Canadian politician and lawyer

Robert Alexander Walker, (March 6, 1916 – March 28, 1989) was a Canadian lawyer who served in the Legislative Assembly of Saskatchewan from 1948 to 1967.

Walker was born in Regina, Saskatchewan, the son of G.H. Walker and Jean McMillan, and was educated in Mazenod and at the University of Saskatchewan. In 1941, he married Rosa Rebecca Nagel.

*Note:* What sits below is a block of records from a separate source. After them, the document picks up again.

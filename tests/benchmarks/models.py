"""The same posterior in two other forms, for samplers of general purpose.

`uncollapsed` is the hierarchical model with every modulus as a parameter, for a
gradient sampler or for an ensemble over all dimensions; `collapsed` is the density
of phi with all else integrated out, written in JAX.
"""

from __future__ import annotations

from collections.abc import Callable
from typing import Any

import jax
import jax.numpy as jnp
import numpy as np
import numpyro
import numpyro.distributions as dist

from ladderfit.ladder import Ladder
from ladderfit.physics.expansion import distance_term, peculiar_variance

jax.config.update("jax_enable_x64", True)
K = np.log(10.0) / 5.0
HEADLINE = (
    "slope",
    "zero_point",
    "metallicity",
    "scatter",
    "parallax_offset",
    "peak_magnitude",
    "peak_scatter",
    "hubble_constant",
)


def arrays(ladder: Ladder) -> dict[str, Any]:
    """Everything the models need, as plain arrays."""
    stars, near, peaks, flow = ladder.cepheids, ladder.parallax_stars, ladder.peaks, ladder.flow
    term = distance_term(flow.redshift, flow.redshift_heliocentric, -0.55, 1.0)
    hosts = len(ladder.hosts)
    apparent = np.bincount(
        stars.host, stars.magnitude + 5.9 + 3.3 * (stars.log_period - 1.0), minlength=hosts
    )
    return {
        "hosts": hosts,
        "host": stars.host,
        "x": stars.log_period - 1.0,
        "o": stars.metallicity - 8.69,
        "m": stars.magnitude,
        "s2": stars.variance,
        "near_x": near.log_period - 1.0,
        "near_o": near.metallicity - 8.69,
        "near_m": near.magnitude,
        "near_s2": near.variance,
        "plx": near.parallax,
        "e_plx": near.parallax_error,
        "peak_host": peaks.host,
        "peak": peaks.magnitude,
        "peak_s2": peaks.variance,
        "flow": flow.magnitude - term,
        "flow_s2": flow.variance + peculiar_variance(flow.redshift, 250.0),
        "anchor_host": np.array([a.host for a in ladder.geometric]),
        "anchor": np.array([a.modulus for a in ladder.geometric]),
        "anchor_s": np.array([a.error for a in ladder.geometric]),
        "start": apparent / np.bincount(stars.host, minlength=hosts),
        "near_start": near.magnitude + 5.9 + 3.3 * (near.log_period - 1.0),
    }


def uncollapsed(d: dict[str, Any]) -> None:
    """The hierarchical model, every modulus a parameter (flat, in a box of 10 mag)."""
    slope = numpyro.sample("slope", dist.Normal(-3.3, 0.5))
    zero = numpyro.sample("zero_point", dist.Normal(-5.9, 2.0))
    metals = numpyro.sample("metallicity", dist.Normal(-0.2, 0.5))
    scatter = numpyro.sample("scatter", dist.HalfNormal(0.3))
    offset = numpyro.sample("parallax_offset", dist.Normal(0.0, 0.02))
    peak = numpyro.sample("peak_magnitude", dist.Normal(-19.3, 2.0))
    wide = numpyro.sample("peak_scatter", dist.HalfNormal(0.3))
    hubble = numpyro.sample("h", dist.Normal(5.0 * np.log10(70.0), 1.0))
    numpyro.deterministic("hubble_constant", 10.0 ** (0.2 * hubble))
    box = dist.Uniform(-5.0, 5.0)
    mu = d["start"] + numpyro.sample("mu", box.expand([d["hosts"]]).to_event(1))
    near = d["near_start"] + numpyro.sample("near_mu", box.expand([len(d["plx"])]).to_event(1))

    def observe(name: str, mean: Any, variance: Any, value: Any) -> None:
        numpyro.sample(name, dist.Normal(mean, jnp.sqrt(variance)), obs=value)

    line = zero + slope * d["x"] + metals * d["o"]
    observe("stars", mu[d["host"]] + line, d["s2"] + scatter**2, d["m"])
    line = zero + slope * d["near_x"] + metals * d["near_o"]
    observe("near", near + line, d["near_s2"] + scatter**2, d["near_m"])
    observe("plx", 10.0 ** (2.0 - 0.2 * near) + offset, d["e_plx"] ** 2, d["plx"])
    observe("anchors", mu[d["anchor_host"]], d["anchor_s"] ** 2, d["anchor"])
    observe("peaks", mu[d["peak_host"]] + peak, d["peak_s2"] + wide**2, d["peak"])
    observe("flow", peak - hubble, d["flow_s2"] + wide**2, d["flow"])


def collapsed(d: dict[str, Any]) -> Callable[[Any], Any]:
    """Log density of (zero point, slope, metallicity, scatter, offset, peak scatter)."""
    hosts = d["hosts"]

    def log_density(z: Any) -> Any:
        zero, slope, metals, scatter, offset, wide = z
        w = 1.0 / (d["s2"] + scatter**2)
        r = d["m"] - d["start"][d["host"]] - zero - slope * d["x"] - metals * d["o"]
        a = jax.ops.segment_sum(w, d["host"], hosts)
        b = jax.ops.segment_sum(w * r, d["host"], hosts)
        total = 0.5 * jnp.sum(jnp.log(w)) - 0.5 * jnp.sum(w * r**2)
        w = 1.0 / d["anchor_s"] ** 2
        r = d["anchor"] - d["start"][d["anchor_host"]]
        a, b = a.at[d["anchor_host"]].add(w), b.at[d["anchor_host"]].add(w * r)
        total += -0.5 * jnp.sum(w * r**2)
        w = 1.0 / (d["peak_s2"] + wide**2)
        r = d["peak"] - d["start"][d["peak_host"]] + 19.3
        a, b = a.at[d["peak_host"]].add(w), b.at[d["peak_host"]].add(w * r)
        c = jax.ops.segment_sum(w, d["peak_host"], hosts)
        total += 0.5 * jnp.sum(jnp.log(w)) - 0.5 * jnp.sum(w * r**2)
        peak_w, peak_b = jnp.sum(w), jnp.sum(w * r)
        w = 1.0 / (d["flow_s2"] + wide**2)
        centre = 5.0 * np.log10(70.0)
        r = d["flow"] + 19.3 + centre
        total += 0.5 * jnp.sum(jnp.log(w)) - 0.5 * jnp.sum(w * r**2)
        total += 0.5 * jnp.sum(b**2 / a) - 0.5 * jnp.sum(jnp.log(a))
        precision = jnp.array(
            [
                [peak_w - jnp.sum(c**2 / a) + jnp.sum(w) + 0.25, -jnp.sum(w)],
                [-jnp.sum(w), jnp.sum(w) + 1.0],
            ]
        )
        linear = jnp.array([peak_b - jnp.sum(c * b / a) + jnp.sum(w * r), -jnp.sum(w * r)])
        total += 0.5 * linear @ jnp.linalg.solve(precision, linear)
        total -= 0.5 * jnp.linalg.slogdet(precision)[1]
        prior = dist.Normal(-5.9, 2.0).log_prob(zero) + dist.Normal(-3.3, 0.5).log_prob(slope)
        prior += dist.Normal(-0.2, 0.5).log_prob(metals)
        prior += dist.Normal(0.0, 0.02).log_prob(offset)
        prior += -0.5 * (scatter / 0.3) ** 2 - 0.5 * (wide / 0.3) ** 2
        return total + prior + jnp.sum(_near(d, zero, slope, metals, scatter, offset))

    return log_density


def _near(d: dict[str, Any], zero: Any, slope: Any, metals: Any, scatter: Any, offset: Any) -> Any:
    """Parallax stars by a trapezoidal rule of 41 nodes in the stretched coordinate."""
    a = d["near_m"] - zero - slope * d["near_x"] - metals * d["near_o"]
    root = jnp.sqrt(d["near_s2"] + scatter**2)
    plx, err = d["plx"] - offset, d["e_plx"]
    scale = err / (K * root)

    def y_of(u: Any) -> Any:
        return jnp.where(u > 30.0, u, jnp.log(jnp.expm1(jnp.minimum(u, 30.0))))

    ends = y_of(jnp.exp(K * (10.0 - a)) / scale), y_of(jnp.maximum(plx, 0.5 * err) / scale)
    low = jnp.minimum(*ends) - 6.5 * K * root
    high = jnp.maximum(*ends) + 6.5 * K * root
    y = low + jnp.linspace(0.0, 1.0, 41)[:, None] * (high - low)
    u = jnp.logaddexp(0.0, y)
    mu = 10.0 - jnp.log(u * scale) / K
    value = -0.5 * ((mu - a) / root) ** 2 - 0.5 * ((u * scale - plx) / err) ** 2
    value += (y - u) - jnp.log(u) - jnp.log(root)
    return jax.scipy.special.logsumexp(value, axis=0) + jnp.log((high - low) / 40.0)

First elected to the Saskatchewan assembly as the CCF member for Hanley constituency in the 1948 general election, he went on to re-election in 1952, and 1956. In 1956 he joined the cabinet of Premier Tommy Douglas as Attorney General and Provincial Secretary. He continued in those roles following his re-election in 1960. After Douglas left to lead the federal NDP in 1961, Woodrow Lloyd became premier and the first universal medical care plan in Canada was introduced after the doctor's strike. In the 1964 general election, Walker was narrowly defeated according to the count on election day, but the election was voided He was re-elected in the subsequent by-election in December 1964 and served in the CCF-NDP opposition until he was defeated in the 1967 general election.

After he left the cabinet in 1964, he resumed the practice of law in Saskatoon until 1984 when he retired to Victoria, British Columbia where he died in 1989. He was survived by his wife, Rosa Rebecca Nagel (who died in Victoria in 2005), four children and many grandchildren, including future British Columbia MLA, Adam Walker.